> **Supplied records**
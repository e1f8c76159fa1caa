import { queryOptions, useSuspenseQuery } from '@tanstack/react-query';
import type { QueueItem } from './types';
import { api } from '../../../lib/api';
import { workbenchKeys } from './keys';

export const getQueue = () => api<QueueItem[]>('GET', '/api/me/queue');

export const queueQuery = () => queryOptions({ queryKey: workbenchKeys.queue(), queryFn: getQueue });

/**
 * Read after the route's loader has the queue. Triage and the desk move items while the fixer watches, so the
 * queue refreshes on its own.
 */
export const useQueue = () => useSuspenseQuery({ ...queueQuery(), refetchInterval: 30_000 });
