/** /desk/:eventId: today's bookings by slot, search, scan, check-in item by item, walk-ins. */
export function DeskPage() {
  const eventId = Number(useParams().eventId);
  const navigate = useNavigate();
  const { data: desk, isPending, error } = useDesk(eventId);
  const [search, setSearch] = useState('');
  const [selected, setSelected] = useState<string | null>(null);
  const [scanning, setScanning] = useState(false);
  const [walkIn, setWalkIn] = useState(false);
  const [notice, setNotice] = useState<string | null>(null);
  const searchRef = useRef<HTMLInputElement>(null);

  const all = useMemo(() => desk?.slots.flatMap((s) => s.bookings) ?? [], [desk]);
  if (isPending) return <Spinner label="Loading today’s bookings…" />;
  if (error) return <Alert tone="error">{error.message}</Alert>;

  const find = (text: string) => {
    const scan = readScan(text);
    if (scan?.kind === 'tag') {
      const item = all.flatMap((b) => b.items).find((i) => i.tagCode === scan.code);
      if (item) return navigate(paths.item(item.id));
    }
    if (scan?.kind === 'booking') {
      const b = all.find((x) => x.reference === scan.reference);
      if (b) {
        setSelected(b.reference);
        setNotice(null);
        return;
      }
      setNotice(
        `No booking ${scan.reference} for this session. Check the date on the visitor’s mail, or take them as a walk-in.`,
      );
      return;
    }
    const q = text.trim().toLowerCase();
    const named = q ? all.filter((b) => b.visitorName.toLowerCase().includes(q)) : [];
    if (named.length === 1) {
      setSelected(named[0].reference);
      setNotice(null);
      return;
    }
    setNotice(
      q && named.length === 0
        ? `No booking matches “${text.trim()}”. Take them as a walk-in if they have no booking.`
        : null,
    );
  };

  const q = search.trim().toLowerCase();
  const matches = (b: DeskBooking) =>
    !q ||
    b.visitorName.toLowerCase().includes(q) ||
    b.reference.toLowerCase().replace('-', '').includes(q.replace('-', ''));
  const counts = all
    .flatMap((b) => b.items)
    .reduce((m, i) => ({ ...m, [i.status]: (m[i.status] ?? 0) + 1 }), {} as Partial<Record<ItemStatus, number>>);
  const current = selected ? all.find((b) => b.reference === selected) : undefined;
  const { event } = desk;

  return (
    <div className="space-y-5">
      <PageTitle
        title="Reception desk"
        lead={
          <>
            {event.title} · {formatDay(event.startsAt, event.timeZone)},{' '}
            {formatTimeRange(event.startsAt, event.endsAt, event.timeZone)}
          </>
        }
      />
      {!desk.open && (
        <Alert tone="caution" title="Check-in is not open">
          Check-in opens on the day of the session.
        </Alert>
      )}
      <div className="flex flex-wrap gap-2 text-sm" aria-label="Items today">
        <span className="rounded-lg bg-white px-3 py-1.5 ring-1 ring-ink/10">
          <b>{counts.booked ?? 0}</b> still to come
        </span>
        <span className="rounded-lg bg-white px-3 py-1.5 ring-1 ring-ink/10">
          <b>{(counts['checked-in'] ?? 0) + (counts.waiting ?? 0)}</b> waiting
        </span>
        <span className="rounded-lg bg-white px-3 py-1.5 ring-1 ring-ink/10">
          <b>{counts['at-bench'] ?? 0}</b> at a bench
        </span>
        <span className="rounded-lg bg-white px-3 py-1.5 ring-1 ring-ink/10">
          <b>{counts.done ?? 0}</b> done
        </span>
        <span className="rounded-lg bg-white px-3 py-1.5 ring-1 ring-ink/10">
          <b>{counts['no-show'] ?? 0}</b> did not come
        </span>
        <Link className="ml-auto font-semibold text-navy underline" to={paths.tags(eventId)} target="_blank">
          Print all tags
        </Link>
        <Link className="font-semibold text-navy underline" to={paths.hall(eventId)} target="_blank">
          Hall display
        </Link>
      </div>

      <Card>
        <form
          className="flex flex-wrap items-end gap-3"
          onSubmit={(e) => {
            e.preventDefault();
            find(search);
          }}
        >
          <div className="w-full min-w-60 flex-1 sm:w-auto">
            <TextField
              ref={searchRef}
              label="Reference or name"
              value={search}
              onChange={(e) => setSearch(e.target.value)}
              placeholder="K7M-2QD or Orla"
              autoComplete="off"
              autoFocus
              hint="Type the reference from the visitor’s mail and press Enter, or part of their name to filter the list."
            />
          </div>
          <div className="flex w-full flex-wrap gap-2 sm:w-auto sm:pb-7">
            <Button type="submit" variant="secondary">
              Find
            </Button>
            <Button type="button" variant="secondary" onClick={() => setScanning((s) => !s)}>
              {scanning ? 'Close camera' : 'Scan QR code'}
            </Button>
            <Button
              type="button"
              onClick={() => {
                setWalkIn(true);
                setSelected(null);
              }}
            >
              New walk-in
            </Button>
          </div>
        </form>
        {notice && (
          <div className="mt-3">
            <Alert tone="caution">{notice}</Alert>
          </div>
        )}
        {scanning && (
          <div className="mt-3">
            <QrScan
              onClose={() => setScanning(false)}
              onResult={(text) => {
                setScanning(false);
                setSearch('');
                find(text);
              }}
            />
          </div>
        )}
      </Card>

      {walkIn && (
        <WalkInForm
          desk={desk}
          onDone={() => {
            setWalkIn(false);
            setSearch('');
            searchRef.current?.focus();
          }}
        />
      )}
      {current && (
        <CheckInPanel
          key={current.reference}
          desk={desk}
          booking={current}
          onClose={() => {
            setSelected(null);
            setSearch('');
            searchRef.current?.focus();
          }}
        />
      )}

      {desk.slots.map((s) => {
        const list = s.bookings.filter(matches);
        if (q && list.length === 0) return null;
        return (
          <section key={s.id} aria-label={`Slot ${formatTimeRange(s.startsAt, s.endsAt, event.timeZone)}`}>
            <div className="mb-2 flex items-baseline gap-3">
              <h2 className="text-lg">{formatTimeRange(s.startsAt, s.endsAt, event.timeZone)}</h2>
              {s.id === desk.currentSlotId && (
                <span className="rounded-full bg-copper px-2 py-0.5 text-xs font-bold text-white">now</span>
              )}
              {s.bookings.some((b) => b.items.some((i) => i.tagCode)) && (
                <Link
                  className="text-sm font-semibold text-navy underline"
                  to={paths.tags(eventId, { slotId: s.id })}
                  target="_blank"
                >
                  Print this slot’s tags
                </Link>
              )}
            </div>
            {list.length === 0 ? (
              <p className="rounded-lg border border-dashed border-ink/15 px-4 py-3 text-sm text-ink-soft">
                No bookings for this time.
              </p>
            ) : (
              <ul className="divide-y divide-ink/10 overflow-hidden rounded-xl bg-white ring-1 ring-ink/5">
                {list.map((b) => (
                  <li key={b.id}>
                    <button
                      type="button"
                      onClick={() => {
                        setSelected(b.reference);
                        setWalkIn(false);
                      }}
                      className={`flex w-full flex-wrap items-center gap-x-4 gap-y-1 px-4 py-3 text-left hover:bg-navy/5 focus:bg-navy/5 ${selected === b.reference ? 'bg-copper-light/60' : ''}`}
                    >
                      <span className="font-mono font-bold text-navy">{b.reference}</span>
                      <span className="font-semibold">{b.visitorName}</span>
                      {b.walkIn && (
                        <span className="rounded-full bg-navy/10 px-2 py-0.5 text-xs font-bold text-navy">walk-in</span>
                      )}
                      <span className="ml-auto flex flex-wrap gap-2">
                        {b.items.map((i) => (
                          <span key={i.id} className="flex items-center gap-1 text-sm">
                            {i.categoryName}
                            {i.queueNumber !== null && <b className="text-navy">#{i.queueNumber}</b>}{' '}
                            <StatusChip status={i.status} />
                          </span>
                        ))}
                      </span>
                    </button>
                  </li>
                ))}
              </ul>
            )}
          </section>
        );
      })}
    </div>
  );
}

* * *

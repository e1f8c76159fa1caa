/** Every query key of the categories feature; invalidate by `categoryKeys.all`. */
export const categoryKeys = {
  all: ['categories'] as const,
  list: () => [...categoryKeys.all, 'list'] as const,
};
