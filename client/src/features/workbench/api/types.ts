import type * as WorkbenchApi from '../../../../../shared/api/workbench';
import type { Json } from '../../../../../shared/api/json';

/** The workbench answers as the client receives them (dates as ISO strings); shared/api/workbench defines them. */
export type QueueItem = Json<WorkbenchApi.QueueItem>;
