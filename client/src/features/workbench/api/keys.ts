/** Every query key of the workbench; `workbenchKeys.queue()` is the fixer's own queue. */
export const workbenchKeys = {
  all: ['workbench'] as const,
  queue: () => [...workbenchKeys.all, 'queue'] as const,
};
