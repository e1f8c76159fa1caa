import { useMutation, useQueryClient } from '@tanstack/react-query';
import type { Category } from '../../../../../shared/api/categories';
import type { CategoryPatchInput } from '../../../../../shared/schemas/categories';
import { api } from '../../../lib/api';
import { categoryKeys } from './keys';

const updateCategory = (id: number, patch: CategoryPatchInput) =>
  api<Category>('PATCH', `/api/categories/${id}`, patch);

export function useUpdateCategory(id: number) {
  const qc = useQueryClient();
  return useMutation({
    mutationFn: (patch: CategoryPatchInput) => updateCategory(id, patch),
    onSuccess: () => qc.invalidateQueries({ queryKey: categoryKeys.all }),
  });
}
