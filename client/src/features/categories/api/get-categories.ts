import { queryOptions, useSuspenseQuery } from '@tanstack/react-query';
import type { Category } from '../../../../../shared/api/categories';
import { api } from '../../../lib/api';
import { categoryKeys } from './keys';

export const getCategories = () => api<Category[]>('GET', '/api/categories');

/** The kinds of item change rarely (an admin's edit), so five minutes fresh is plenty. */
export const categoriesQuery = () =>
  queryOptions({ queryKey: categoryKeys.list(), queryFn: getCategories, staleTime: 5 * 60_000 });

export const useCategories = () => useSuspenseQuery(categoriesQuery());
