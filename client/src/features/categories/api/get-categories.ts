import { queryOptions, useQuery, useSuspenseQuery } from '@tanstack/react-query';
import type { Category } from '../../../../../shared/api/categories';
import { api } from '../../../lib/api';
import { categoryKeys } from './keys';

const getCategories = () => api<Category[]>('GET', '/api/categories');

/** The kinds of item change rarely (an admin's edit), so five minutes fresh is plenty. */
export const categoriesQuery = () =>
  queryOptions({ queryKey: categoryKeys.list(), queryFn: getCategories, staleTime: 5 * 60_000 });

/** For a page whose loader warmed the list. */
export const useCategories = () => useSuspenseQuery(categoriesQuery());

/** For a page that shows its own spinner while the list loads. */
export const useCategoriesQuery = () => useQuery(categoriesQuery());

> **Task to complete**
Return every line of the records in which the word "full" is found.

> **Output of the exercise**
          <div className="w-full min-w-60 flex-1 sm:w-auto">
          <div className="flex w-full flex-wrap gap-2 sm:w-auto sm:pb-7">
                <span className="rounded-full bg-copper px-2 py-0.5 text-xs font-bold text-white">now</span>
                      className={`flex w-full flex-wrap items-center gap-x-4 gap-y-1 px-4 py-3 text-left hover:bg-navy/5 focus:bg-navy/5 ${selected === b.reference ? 'bg-copper-light/60' : ''}`}
                        <span className="rounded-full bg-navy/10 px-2 py-0.5 text-xs font-bold text-navy">walk-in</span>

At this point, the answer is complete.